# [Work item]
Nothing but an exact copy of the listing should be given.

# [Records for processing]
▬▬▬
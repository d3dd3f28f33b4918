// One page of the jobs list as a table. Column heads are links that sort the list on the
// server (aria-sort says which one and which way); the job's title links to its page.
import Link from 'next/link';
import type { JobRow } from '@/db/queries/jobs';
import { formatMm } from '@/lib/jobs/format';
import { sortHref } from '@/lib/jobs/list-url';
import { HOLD_DOWN_LABELS } from '@/lib/validation/enums';
import { sortDirection, type JobListQuery, type JobSort } from '@/lib/validation/jobs';
import { JobStatusBadge } from './job-status-badge';

interface Column {
  key: string;
  header: string;
  sort?: JobSort;
  numeric?: boolean;
  cell: (job: JobRow) => React.ReactNode;
}

const COLUMNS: Column[] = [
  {
    key: 'title',
    header: 'Job',
    sort: 'title',
    cell: (j) => (
      <Link href={`/jobs/${j.id}`} className="inline-block min-w-52 font-bold text-spruce underline underline-offset-4">
        {j.title}
      </Link>
    ),
  },
  { key: 'customer', header: 'Customer', sort: 'customer', cell: (j) => <span className="inline-block min-w-40">{j.customerName}</span> },
  { key: 'machine', header: 'Machine', sort: 'machine', cell: (j) => j.machineName ?? <span className="text-ink-soft">not set</span> },
  { key: 'material', header: 'Material', cell: (j) => (j.materialName ? <span className="inline-block min-w-36">{j.materialName}</span> : <span className="text-ink-soft">not set</span>) },
  {
    key: 'sheet',
    header: 'Sheet X × Y × T (mm)',
    cell: (j) => <span className="figure whitespace-nowrap">{`${formatMm(j.sheetWidthMm)} × ${formatMm(j.sheetLengthMm)} × ${formatMm(j.sheetThicknessMm)}`}</span>,
  },
  {
    key: 'hold',
    header: 'Hold-down',
    cell: (j) => (
      <>
        {HOLD_DOWN_LABELS[j.holdDown]}
        {j.holdDown === 'vacuum' && j.vacuumKpa !== null ? <span className="figure whitespace-nowrap text-ink-soft"> {formatMm(j.vacuumKpa)} kPa</span> : null}
      </>
    ),
  },
  { key: 'qty', header: 'Qty', sort: 'quantity', numeric: true, cell: (j) => j.quantity },
  { key: 'due', header: 'Due', sort: 'due', cell: (j) => (j.dueDate ? <span className="figure whitespace-nowrap">{j.dueDate}</span> : <span className="text-ink-soft">—</span>) },
  { key: 'status', header: 'Status', sort: 'status', cell: (j) => <span className="whitespace-nowrap"><JobStatusBadge status={j.status} /></span> },
];

function SortHead({ column, query }: { column: Column; query: JobListQuery }) {
  const active = column.sort !== undefined && query.sort === column.sort;
  const direction = sortDirection(query);
  const ariaSort = active ? (direction === 'asc' ? 'ascending' : 'descending') : undefined;
  return (
    <th scope="col" aria-sort={ariaSort} className={`px-4 py-2 font-bold ${column.numeric ? 'text-right' : ''}`}>
      {column.sort ? (
        <Link
          href={sortHref(query, column.sort)}
          className={`inline-flex min-h-target items-center gap-1 underline-offset-4 hover:underline focus-visible:outline-spruce-light ${active ? 'underline decoration-2' : ''}`}
        >
          {column.header}
          <span aria-hidden="true" className="figure text-sm">{active ? (direction === 'asc' ? '▲' : '▼') : '↕'}</span>
          <span className="sr-only">{active ? `, sorted ${direction === 'asc' ? 'ascending' : 'descending'}; press to turn round` : ', press to sort'}</span>
        </Link>
      ) : (
        column.header
      )}
    </th>
  );
}

export function JobsTable({ jobs, query }: { jobs: JobRow[]; query: JobListQuery }) {
  return (
    <div className="overflow-x-auto rounded-md border-2 border-rule bg-panel">
      <table className="w-full border-collapse text-left">
        <caption className="sr-only">Your shop&apos;s jobs</caption>
        <thead className="bg-night text-white">
          <tr>
            {COLUMNS.map((c) => (
              <SortHead key={c.key} column={c} query={query} />
            ))}
          </tr>
        </thead>
        <tbody>
          {jobs.map((job) => (
            <tr key={job.id} className="border-t border-rule-light even:bg-ground">
              {COLUMNS.map((c) => (
                <td key={c.key} className={`px-4 py-3 align-top ${c.numeric ? 'figure text-right' : ''}`}>
                  {c.cell(job)}
                </td>
              ))}
            </tr>
          ))}
        </tbody>
      </table>
    </div>
  );
}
▬▬▬
# [Completed exercise]
repository d3dd3f28f33b4918
// One page of the jobs list as a table. Column heads are links that sort the list on the
// server (aria-sort says which one and which way); the job's title links to its page.
import Link from 'next/link';
import type { JobRow } from '@/db/queries/jobs';
import { formatMm } from '@/lib/jobs/format';
import { sortHref } from '@/lib/jobs/list-url';
import { HOLD_DOWN_LABELS } from '@/lib/validation/enums';
import { sortDirection, type JobListQuery, type JobSort } from '@/lib/validation/jobs';
import { JobStatusBadge } from './job-status-badge';

interface Column {
  key: string;
  header: string;
  sort?: JobSort;
  numeric?: boolean;
  cell: (job: JobRow) => React.ReactNode;
}

const COLUMNS: Column[] = [
  {
    key: 'title',
    header: 'Job',
    sort: 'title',
    cell: (j) => (
      <Link href={`/jobs/${j.id}`} className="inline-block min-w-52 font-bold text-spruce underline underline-offset-4">
        {j.title}
      </Link>
    ),
  },
  { key: 'customer', header: 'Customer', sort: 'customer', cell: (j) => <span className="inline-block min-w-40">{j.customerName}</span> },
  { key: 'machine', header: 'Machine', sort: 'machine', cell: (j) => j.machineName ?? <span className="text-ink-soft">not set</span> },
  { key: 'material', header: 'Material', cell: (j) => (j.materialName ? <span className="inline-block min-w-36">{j.materialName}</span> : <span className="text-ink-soft">not set</span>) },
  {
    key: 'sheet',
    header: 'Sheet X × Y × T (mm)',
    cell: (j) => <span className="figure whitespace-nowrap">{`${formatMm(j.sheetWidthMm)} × ${formatMm(j.sheetLengthMm)} × ${formatMm(j.sheetThicknessMm)}`}</span>,
  },
  {
    key: 'hold',
    header: 'Hold-down',
    cell: (j) => (
      <>
        {HOLD_DOWN_LABELS[j.holdDown]}
        {j.holdDown === 'vacuum' && j.vacuumKpa !== null ? <span className="figure whitespace-nowrap text-ink-soft"> {formatMm(j.vacuumKpa)} kPa</span> : null}
      </>
    ),
  },
  { key: 'qty', header: 'Qty', sort: 'quantity', numeric: true, cell: (j) => j.quantity },
  { key: 'due', header: 'Due', sort: 'due', cell: (j) => (j.dueDate ? <span className="figure whitespace-nowrap">{j.dueDate}</span> : <span className="text-ink-soft">—</span>) },
  { key: 'status', header: 'Status', sort: 'status', cell: (j) => <span className="whitespace-nowrap"><JobStatusBadge status={j.status} /></span> },
];

function SortHead({ column, query }: { column: Column; query: JobListQuery }) {
  const active = column.sort !== undefined && query.sort === column.sort;
  const direction = sortDirection(query);
  const ariaSort = active ? (direction === 'asc' ? 'ascending' : 'descending') : undefined;
  return (
    <th scope="col" aria-sort={ariaSort} className={`px-4 py-2 font-bold ${column.numeric ? 'text-right' : ''}`}>
      {column.sort ? (
        <Link
          href={sortHref(query, column.sort)}
          className={`inline-flex min-h-target items-center gap-1 underline-offset-4 hover:underline focus-visible:outline-spruce-light ${active ? 'underline decoration-2' : ''}`}
        >
          {column.header}
          <span aria-hidden="true" className="figure text-sm">{active ? (direction === 'asc' ? '▲' : '▼') : '↕'}</span>
          <span className="sr-only">{active ? `, sorted ${direction === 'asc' ? 'ascending' : 'descending'}; press to turn round` : ', press to sort'}</span>
        </Link>
      ) : (
        column.header
      )}
    </th>
  );
}

export function JobsTable({ jobs, query }: { jobs: JobRow[]; query: JobListQuery }) {
  return (
    <div className="overflow-x-auto rounded-md border-2 border-rule bg-panel">
      <table className="w-full border-collapse text-left">
        <caption className="sr-only">Your shop&apos;s jobs</caption>
        <thead className="bg-night text-white">
          <tr>
            {COLUMNS.map((c) => (
              <SortHead key={c.key} column={c} query={query} />
            ))}
          </tr>
        </thead>
        <tbody>
          {jobs.map((job) => (
            <tr key={job.id} className="border-t border-rule-light even:bg-ground">
              {COLUMNS.map((c) => (
                <td key={c.key} className={`px-4 py-3 align-top ${c.numeric ? 'figure text-right' : ''}`}>
                  {c.cell(job)}
                </td>
              ))}
            </tr>
          ))}
        </tbody>
      </table>
    </div>
  );
}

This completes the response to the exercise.